WHAT TO WORK ON
Where a line of the entries below includes the string "writeString", count it. Give only the resulting number.

DATASET ENTRIES
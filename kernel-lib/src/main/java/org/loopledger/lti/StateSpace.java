package org.loopledger.lti;

import org.apache.commons.math3.linear.MatrixUtils;
import org.apache.commons.math3.linear.RealMatrix;

/**
 * A SISO state-space realisation x' = A x + B u, y = C x + D u (or the sampled equivalent).
 * Immutable: matrices are copied in and out.
 *
 * <p>{@link #controllableCanonical} realises a proper transfer function N/D (D monic of degree n) with
 * A's first row -a<sub>1</sub> … -a<sub>n</sub>, ones on the sub-diagonal, B = e<sub>1</sub>,
 * C<sub>i</sub> = b<sub>i</sub> - a<sub>i</sub> b<sub>0</sub>, D = b<sub>0</sub>
 * (Franklin, Powell and Emami-Naeini, Feedback Control of Dynamic Systems, "control canonical form").
 */
public final class StateSpace {
    private final RealMatrix a;
    private final RealMatrix b;
    private final RealMatrix c;
    private final double d;
    private final TimeBase timeBase;

    private StateSpace(RealMatrix a, RealMatrix b, RealMatrix c, double d, TimeBase timeBase) {
        this.a = a.copy();
        this.b = b.copy();
        this.c = c.copy();
        this.d = d;
        this.timeBase = timeBase;
    }

    /** From A (n×n), B and C (n entries each), D and the time base; all copied, all entries finite. */
    public static StateSpace of(double[][] a, double[] b, double[] c, double d, TimeBase timeBase) {
        java.util.Objects.requireNonNull(timeBase, "time base");
        int n = a.length;
        if (n == 0) throw new IllegalArgumentException("a state-space model needs at least one state; a static gain is a TransferFunction.gain");
        for (int i = 0; i < n; i++) {
            if (a[i].length != n) throw new IllegalArgumentException("A must be square: it has " + n + " rows but row " + i + " has " + a[i].length + " entries");
        }
        if (b.length != n || c.length != n) throw new IllegalArgumentException("A is " + n + "x" + n + " but B has " + b.length + " and C " + c.length + " entries");
        for (int i = 0; i < n; i++) {
            for (int j = 0; j < n; j++) requireFinite(a[i][j], "A(" + i + "," + j + ")");
            requireFinite(b[i], "B(" + i + ")");
            requireFinite(c[i], "C(" + i + ")");
        }
        requireFinite(d, "D");
        return new StateSpace(MatrixUtils.createRealMatrix(a), MatrixUtils.createColumnRealMatrix(b), MatrixUtils.createRowRealMatrix(c), d, timeBase);
    }

    private static void requireFinite(double v, String what) {
        if (!Double.isFinite(v)) throw new IllegalArgumentException("state-space entry " + what + " is " + v + "; every entry must be a finite number");
    }

    /** Control canonical realisation of a proper transfer function (its delay is not part of the realisation). */
    public static StateSpace controllableCanonical(TransferFunction g) {
        g.requireProper("a state-space realisation");
        double[] den = g.denominator().coefficientsDescending();
        int n = den.length - 1;
        if (n == 0) throw new IllegalArgumentException("a static gain has no states; nothing to realise");
        double[] num = new double[n + 1];
        double[] gn = g.numerator().coefficientsDescending();
        System.arraycopy(gn, 0, num, n + 1 - gn.length, gn.length);
        double[][] am = new double[n][n];
        for (int j = 0; j < n; j++) am[0][j] = -den[j + 1];
        for (int i = 1; i < n; i++) am[i][i - 1] = 1.0;
        double[] bm = new double[n];
        bm[0] = 1.0;
        double[] cm = new double[n];
        for (int i = 0; i < n; i++) cm[i] = num[i + 1] - den[i + 1] * num[0];
        return of(am, bm, cm, num[0], g.timeBase());
    }

    public int order() { return a.getRowDimension(); }

    public double[][] a() { return a.getData(); }

    public double[] b() { return b.getColumn(0); }

    public double[] c() { return c.getRow(0); }

    public double d() { return d; }

    public TimeBase timeBase() { return timeBase; }

    RealMatrix aMatrix() { return a.copy(); }

    RealMatrix bMatrix() { return b.copy(); }

    RealMatrix cMatrix() { return c.copy(); }

    @Override public String toString() {
        return "StateSpace[order " + order() + ", " + timeBase + "]";
    }
}
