package org.loopledger.tune;

import org.loopledger.lti.Units;

import java.util.Locale;

/**
 * A bandwidth target the user stated in the {@link TuningSpec}, checked on the independent re-analysis
 * of the chosen loops (never on the tuner's screen): what was asked, what the worst load case achieved,
 * and whether that meets it.
 *
 * @param kind       which target and how it is compared
 * @param askedHz    the frequency the user asked for
 * @param achievedHz the worst case over the load cases (lowest crossover), NaN when a loop has no gain crossover in the band
 * @param loadCase   the load case that gives {@code achievedHz}
 */
public record TargetCheck(Kind kind, double askedHz, double achievedHz, String loadCase) {
    /**
     * Relative tolerance of a comparison: the screen interpolates linearly between grid points and the
     * re-analysis refines, so an exact hit on the screen lands within a fraction of a per cent.
     */
    public static final double TOLERANCE = 0.01;

    /** The targets a {@link TuningSpec} can state. */
    public enum Kind {
        /** Position-loop gain crossover (K<sub>p</sub> ≈ ω) at least the asked bandwidth. */
        POSITION_BANDWIDTH("position bandwidth"),
        /** Velocity-loop crossover at the asked frequency (within the tolerance, both ways). */
        VELOCITY_CROSSOVER("velocity crossover"),
        /** Velocity-loop crossover at most the asked ceiling. */
        VELOCITY_CROSSOVER_CEILING("velocity crossover ceiling");

        private final String label;

        Kind(String label) { this.label = label; }

        public String label() { return label; }
    }

    /** Whether the achieved figure meets the target (a missing crossover never does). */
    public boolean met() {
        if (Double.isNaN(achievedHz)) return false;
        return switch (kind) {
            case POSITION_BANDWIDTH -> achievedHz >= askedHz * (1 - TOLERANCE);
            case VELOCITY_CROSSOVER -> Math.abs(achievedHz / askedHz - 1) <= TOLERANCE;
            case VELOCITY_CROSSOVER_CEILING -> achievedHz <= askedHz * (1 + TOLERANCE);
        };
    }

    /** The achieved figure against the asked one, and by how much it misses: "position bandwidth 3.002 Hz of the 20 Hz asked (85 % short)". */
    public String describe() {
        String where = loadCase == null || loadCase.isEmpty() ? "" : ", worst case " + loadCase;
        if (Double.isNaN(achievedHz)) {
            return kind.label() + ": no crossover in the measured band (" + Units.formatHz(askedHz) + " asked" + where + ")";
        }
        String achieved = Units.formatHz(achievedHz), asked = Units.formatHz(askedHz);
        if (met()) {
            return kind == Kind.VELOCITY_CROSSOVER_CEILING ? "velocity crossover " + achieved + " (ceiling " + asked + where + ")"
                    : kind.label() + " " + achieved + " (" + asked + " asked" + where + ")";
        }
        double pct = 100 * Math.abs(achievedHz / askedHz - 1);
        String by = String.format(Locale.ROOT, "%.3g %%", pct);
        return switch (kind) {
            case POSITION_BANDWIDTH -> kind.label() + " " + achieved + " of the " + asked + " asked (" + by + " short" + where + ")";
            case VELOCITY_CROSSOVER -> kind.label() + " " + achieved + " where " + asked + " was asked (" + by + (achievedHz < askedHz ? " low" : " high") + where + ")";
            case VELOCITY_CROSSOVER_CEILING -> "velocity crossover " + achieved + " above the " + asked + " ceiling (" + by + " over" + where + ")";
        };
    }

    @Override public String toString() { return (met() ? "met: " : "MISSED: ") + describe(); }
}
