/**
 * {@code loopledger run}, {@code verify} and {@code render} as a user runs them: a separate JVM on the
 * test class path, exit codes and messages checked, files inspected afterwards. Outside references:
 * Jupyter's nbformat (Debian python3-nbformat) validates what {@code run} writes; headless Chromium
 * loads the record it writes.
 */
@TestMethodOrder(MethodOrderer.OrderAnnotation.class)
class CliEndToEndTest {
    @TempDir
    static Path dir;
    static Path notebook;
    static Path executed;
    static Path record;
    static byte[] inputBytes;
    static FileTime inputTime;
    static Result firstRun;

    /** What one command printed and returned. */
    record Result(int exit, String stdout, String stderr) {
        String all() { return stdout + "\n" + stderr; }
    }

    static Result loopledger(String... args) throws IOException, InterruptedException {
        List<String> cmd = new ArrayList<>(List.of(Path.of(System.getProperty("java.home"), "bin", "java").toString()));
        cmd.addAll(org.loopledger.kernel.session.SessionOptions.HOST_FLAGS);
        cmd.addAll(List.of("-cp", System.getProperty("java.class.path"), "org.loopledger.cli.Main"));
        cmd.addAll(List.of(args));
        Path out = Files.createTempFile(dir, "out", ".txt"), err = Files.createTempFile(dir, "err", ".txt");
        Process p = new ProcessBuilder(cmd).directory(dir.toFile()).redirectOutput(out.toFile()).redirectError(err.toFile()).start();
        // A run starts a JVM and a JShell session; on a loaded two-core machine that takes up to a minute.
        if (!p.waitFor(300, TimeUnit.SECONDS)) {
            p.descendants().forEach(ProcessHandle::destroyForcibly);
            p.destroyForcibly();
            fail("loopledger " + String.join(" ", args) + " did not finish in 300 s");
        }
        Result r = new Result(p.exitValue(), Files.readString(out), Files.readString(err));
        Files.delete(out);
        Files.delete(err);
        return r;
    }

    /** A notebook (nbformat 4.5) of Java code cells, with a Markdown title first. */
    static String notebookJson(String title, String language, int nbformat, String... codeCells) {
        JsonObject nb = new JsonObject();
        JsonArray cells = new JsonArray();
        JsonObject md = new JsonObject();
        md.addProperty("cell_type", "markdown");
        md.add("metadata", new JsonObject());
        md.addProperty("source", "# " + title + "\nAn end-to-end check of the runner.\n");
        cells.add(md);
        for (String src : codeCells) {
            JsonObject c = new JsonObject();
            c.addProperty("cell_type", "code");
            c.add("metadata", new JsonObject());
            c.add("outputs", new JsonArray());
            c.add("execution_count", null);
            c.addProperty("source", src);
            cells.add(c);
        }
        nb.add("cells", cells);
        JsonObject meta = new JsonObject(), ks = new JsonObject();
        ks.addProperty("name", "loopledger");
        ks.addProperty("display_name", "Java (Loopledger)");
        ks.addProperty("language", language);
        meta.add("kernelspec", ks);
        nb.add("metadata", meta);
        nb.addProperty("nbformat", nbformat);
        nb.addProperty("nbformat_minor", 4);
        return nb.toString();
    }

    static final String READ_CSV = """
            var csv = java.nio.file.Path.of("gains.csv");
            org.loopledger.provenance.Provenance.recordDataset(csv);
            double sum = java.nio.file.Files.readAllLines(csv).stream().skip(1).mapToDouble(Double::parseDouble).sum();
            System.out.println("sum of gains = " + sum);""";
    static final String BODE_OF_CSV = """
            var g = TransferFunction.continuous(new double[] {sum}, new double[] {1, 1});
            BodePlot.of("G", Frf.ofModel(g, FrequencyGrid.logSpacedRadPerS(0.01, 100, 200)))""";
    static final String SPEC = """
            Spec.builder().minPhaseMarginDeg(45).minGainMarginDb(6).build()
                .check(TransferFunction.continuous(new double[] {2}, new double[] {1, 3, 3, 1}))""";

    @BeforeAll
    static void runOnce() throws Exception {
        Files.writeString(dir.resolve("gains.csv"), "gain\n1.5\n2.5\n");
        notebook = dir.resolve("gains.ipynb");
        Files.writeString(notebook, notebookJson("Gain check", "java", 4, READ_CSV, BODE_OF_CSV, SPEC));
        inputBytes = Files.readAllBytes(notebook);
        inputTime = Files.getLastModifiedTime(notebook);
        executed = dir.resolve("gains.out.ipynb");
        record = dir.resolve("gains.html");
        firstRun = loopledger("run", notebook.toString(), "--html", record.toString());
    }

    @Test
    @Order(1)
    void runWritesTheExecutedNotebookBesideTheInputAndLeavesTheInputAlone() throws Exception {
        assertEquals(0, firstRun.exit(), firstRun.all());
        assertArrayEquals(inputBytes, Files.readAllBytes(notebook), "input untouched");
        assertEquals(inputTime, Files.getLastModifiedTime(notebook));
        assertTrue(Files.exists(executed) && Files.exists(record));
        try (Stream<Path> s = Files.list(dir)) {
            assertEquals(List.of(), s.filter(p -> p.getFileName().toString().endsWith(".tmp")).toList(), "no temporary file left behind");
        }
        assertTrue(firstRun.stderr().contains("cell 1 of 3") && firstRun.stderr().contains("cell 3 of 3"), "progress per cell: " + firstRun.stderr());
        String nb = Files.readString(executed);
        assertTrue(nb.contains("sum of gains = 4.0"), "stream output stored");
        assertTrue(nb.contains("application/vnd.loopledger.plot-data+json") && nb.contains("image/png"));
        assertFalse(nb.contains("image/svg+xml"), "plots are stored as PNG + plot data (issue 11: nbconvert 6.5 blanks SVG)");
        assertTrue(nb.contains("application/vnd.loopledger.spec-report+json"));
        JsonObject meta = JsonParser.parseString(nb).getAsJsonObject().getAsJsonObject("metadata").getAsJsonObject("loopledger");
        JsonObject ds = meta.getAsJsonArray("datasets").get(0).getAsJsonObject();
        assertEquals("gains.csv", ds.get("path").getAsString());
        // SHA-256 of "gain\n1.5\n2.5\n" (sha256sum of the same bytes, coreutils).
        assertEquals(sha256sum(dir.resolve("gains.csv")), ds.get("sha256").getAsString());
        String html = Files.readString(record);
        assertTrue(html.contains(sha256sum(dir.resolve("gains.csv"))), "the record states the dataset digest");
        // PM 67.6 deg >= 45 and GM 12.04 dB >= 6 of 2/(s+1)^3 (by hand, see MarginsRendererTest): the summary lists one check, met.
        assertTrue(html.contains("1 spec check(s), all met."), "the record's closing summary lists the spec check");
    }

    static String sha256sum(Path f) throws Exception {
        Process p = new ProcessBuilder("sha256sum", f.toString()).start();
        String out = new String(p.getInputStream().readAllBytes(), StandardCharsets.UTF_8);
        assertEquals(0, p.waitFor());
        return out.split("\\s+")[0];
    }

    @Test
    @Order(2)
    void whatRunWritesValidatesWithNbformat() {
        PythonOracle.require("nbformat");
        JsonElement r = PythonOracle.run("""
                import json, sys, nbformat
                out = {}
                for p in json.load(sys.stdin)["paths"]:
                    try:
                        nb = nbformat.read(p, as_version=4)
                        nbformat.validate(nb)
                        out[p] = "valid"
                    except Exception as e:
                        out[p] = repr(e)
                print(json.dumps(out))
                """, Map.of("paths", List.of(executed.toString())));
        assertEquals("valid", r.getAsJsonObject().get(executed.toString()).getAsString());
    }

    @Test
    @Order(3)
    void verifyPassesOnTheUnchangedNotebook() throws Exception {
        Result r = loopledger("verify", executed.toString());
        assertEquals(0, r.exit(), r.all());
        assertTrue(r.stdout().contains("all 3 code cells reproduce"), r.stdout());
    }

    @Test
    @Order(4)
    void renderRewritesTheSameRecordDeterministically() throws Exception {
        Path again = dir.resolve("again.html");
        Result r = loopledger("render", executed.toString(), "-o", again.toString());
        assertEquals(0, r.exit(), r.all());
        // The same record as run wrote, except that it names the file it was rendered from.
        assertEquals(Files.readString(record).replace("<td>gains.ipynb</td>", "<td>gains.out.ipynb</td>"), Files.readString(again),
                "render of the executed notebook = the record run wrote");
        Result twice = loopledger("render", executed.toString(), "-o", dir.resolve("twice.html").toString());
        assertEquals(0, twice.exit(), twice.all());
        assertArrayEquals(Files.readAllBytes(again), Files.readAllBytes(dir.resolve("twice.html")), "two renders are byte-identical");
        Result bad = loopledger("render", notebook.toString(), "-o", dir.resolve("never.html").toString());
        assertEquals(2, bad.exit(), bad.all());
        assertTrue(bad.stderr().contains("has not been executed"), bad.stderr());
        assertFalse(Files.exists(dir.resolve("never.html")));
    }

    @Test
    @Order(5)
    void theRecordOfARealRunRendersInChromium() {
        Chromium.require();
        JsonObject layout = Chromium.layout(dir, record, 1000);
        assertEquals(0, layout.getAsJsonArray("resources").size(), layout.get("resources").toString());
        assertEquals(0, layout.get("scripts").getAsInt());
        assertEquals(1, layout.getAsJsonArray("images").size(), "one Bode figure");
        JsonObject img = layout.getAsJsonArray("images").get(0).getAsJsonObject();
        assertTrue(img.get("naturalWidth").getAsDouble() > 0 && img.get("width").getAsDouble() > 0 && img.get("height").getAsDouble() > 0, img.toString());
        assertEquals(List.of(), Chromium.screenshot(dir, record, 1000, 2500).consoleMessages());
    }

    @Test
    @Order(6)
    void aChangedDatasetMakesVerifyFailAndNameTheCells() throws Exception {
        Path copy = dir.resolve("changed");
        Files.createDirectories(copy);
        Files.writeString(copy.resolve("gains.csv"), "gain\n1.5\n2.6\n");
        Files.copy(executed, copy.resolve("gains.out.ipynb"));
        // verify runs in the notebook's session folder (the working directory), where gains.csv now differs.
        Result r = loopledgerIn(copy, "verify", "gains.out.ipynb");
        assertEquals(1, r.exit(), r.all());
        assertTrue(r.stdout().contains("cell 2: DIFFERS") && r.stdout().contains("4.0 became 4.1"), r.stdout());
        assertTrue(r.stdout().contains("cell 3: DIFFERS") && r.stdout().contains("plot-data"), "the plot differs through its data: " + r.stdout());
        assertTrue(r.stdout().contains("cell 4: reproduces"), "a cell that does not read the data still reproduces: " + r.stdout());
        assertTrue(r.stdout().contains("2 of 3 code cells differ"), r.stdout());
    }

    static Result loopledgerIn(Path workDir, String... args) throws IOException, InterruptedException {
        Path saved = dir;
        try {
            dir = workDir;
            return loopledger(args);
        } finally {
            dir = saved;
        }
    }

    @Test
    @Order(7)
    void inPlaceRewritesOnlyWhenAsked() throws Exception {
        Path nb = dir.resolve("inplace.ipynb");
        Files.writeString(nb, notebookJson("In place", "java", 4, "1 + 1"));
        Result r = loopledger("run", nb.toString(), "--in-place");
        assertEquals(0, r.exit(), r.all());
        JsonObject code = JsonParser.parseString(Files.readString(nb)).getAsJsonObject().getAsJsonArray("cells").get(1).getAsJsonObject();
        assertEquals(1, code.get("execution_count").getAsInt());
        JsonObject result = code.getAsJsonArray("outputs").get(0).getAsJsonObject();
        assertEquals("2", String.join("", new com.google.gson.Gson().fromJson(result.getAsJsonObject("data").get("text/plain"), String[].class)));
        assertFalse(Files.exists(dir.resolve("inplace.out.ipynb")), "no sibling written with --in-place");
        Result both = loopledger("run", nb.toString(), "--in-place", "-o", dir.resolve("x.ipynb").toString());
        assertEquals(2, both.exit(), both.all());
    }

    @Test
    @Order(8)
    void badInputGivesAClearErrorExitCode2AndLeavesTheInputUntouched() throws Exception {
        record Case(String file, String content, String expected, String[] extra) {}
        List<Case> cases = List.of(
                new Case("notjson.ipynb", "this is { not json", "not valid JSON", new String[0]),
                new Case("python.ipynb", notebookJson("Py", "python", 4, "print(1)"), "kernel language 'python'", new String[0]),
                new Case("v3.ipynb", "{\"nbformat\": 3, \"nbformat_minor\": 0, \"metadata\": {}, \"worksheets\": []}", "nbformat 3", new String[0]),
                new Case("nofolder.ipynb", notebookJson("Ok", "java", 4, "1"), "does not exist",
                        new String[] {"-o", dir.resolve("no/such/folder/out.ipynb").toString()}));
        for (Case c : cases) {
            Path f = dir.resolve(c.file());
            Files.writeString(f, c.content());
            List<String> args = new ArrayList<>(List.of("run", f.toString()));
            args.addAll(List.of(c.extra()));
            Result r = loopledger(args.toArray(String[]::new));
            assertEquals(2, r.exit(), c.file() + ": " + r.all());
            assertTrue(r.stderr().contains(c.expected()), c.file() + ": " + r.stderr());
            assertEquals(c.content(), Files.readString(f), c.file() + " untouched");
            assertFalse(Files.exists(dir.resolve(c.file().replace(".ipynb", ".out.ipynb"))), c.file() + ": no output written");
        }
        assertFalse(Files.exists(dir.resolve("no")));
        Result missing = loopledger("verify", dir.resolve("absent.ipynb").toString());
        assertEquals(2, missing.exit());
        assertTrue(missing.stderr().contains("does not exist"), missing.stderr());
    }

    @Test
    @Order(9)
    void aFailingCellOrAMissingDatasetNamesTheCellAndExitsNonZero() throws Exception {
        Path nb = dir.resolve("fails.ipynb");
        String content = notebookJson("Fails", "java", 4, "int a = 1;",
                "var log = org.loopledger.provenance.Provenance.recordDataset(java.nio.file.Path.of(\"missing-log.csv\"));",
                "System.out.println(\"never runs\");");
        Files.writeString(nb, content);
        Result r = loopledger("run", nb.toString());
        assertNotEquals(0, r.exit(), r.all());
        assertTrue(r.stderr().contains("cell 3 failed"), "names the notebook cell: " + r.stderr());
        assertTrue(r.stderr().contains("missing-log.csv"), "names the missing dataset: " + r.stderr());
        assertEquals(content, Files.readString(nb), "input untouched");
        String out = Files.readString(dir.resolve("fails.out.ipynb"));
        assertTrue(out.contains("\"output_type\": \"error\""), "the error is stored for the reader");
        assertFalse(out.contains("never runs\\n\""), "cells after the failure do not run");
    }
}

EXERCISE OUTPUT
6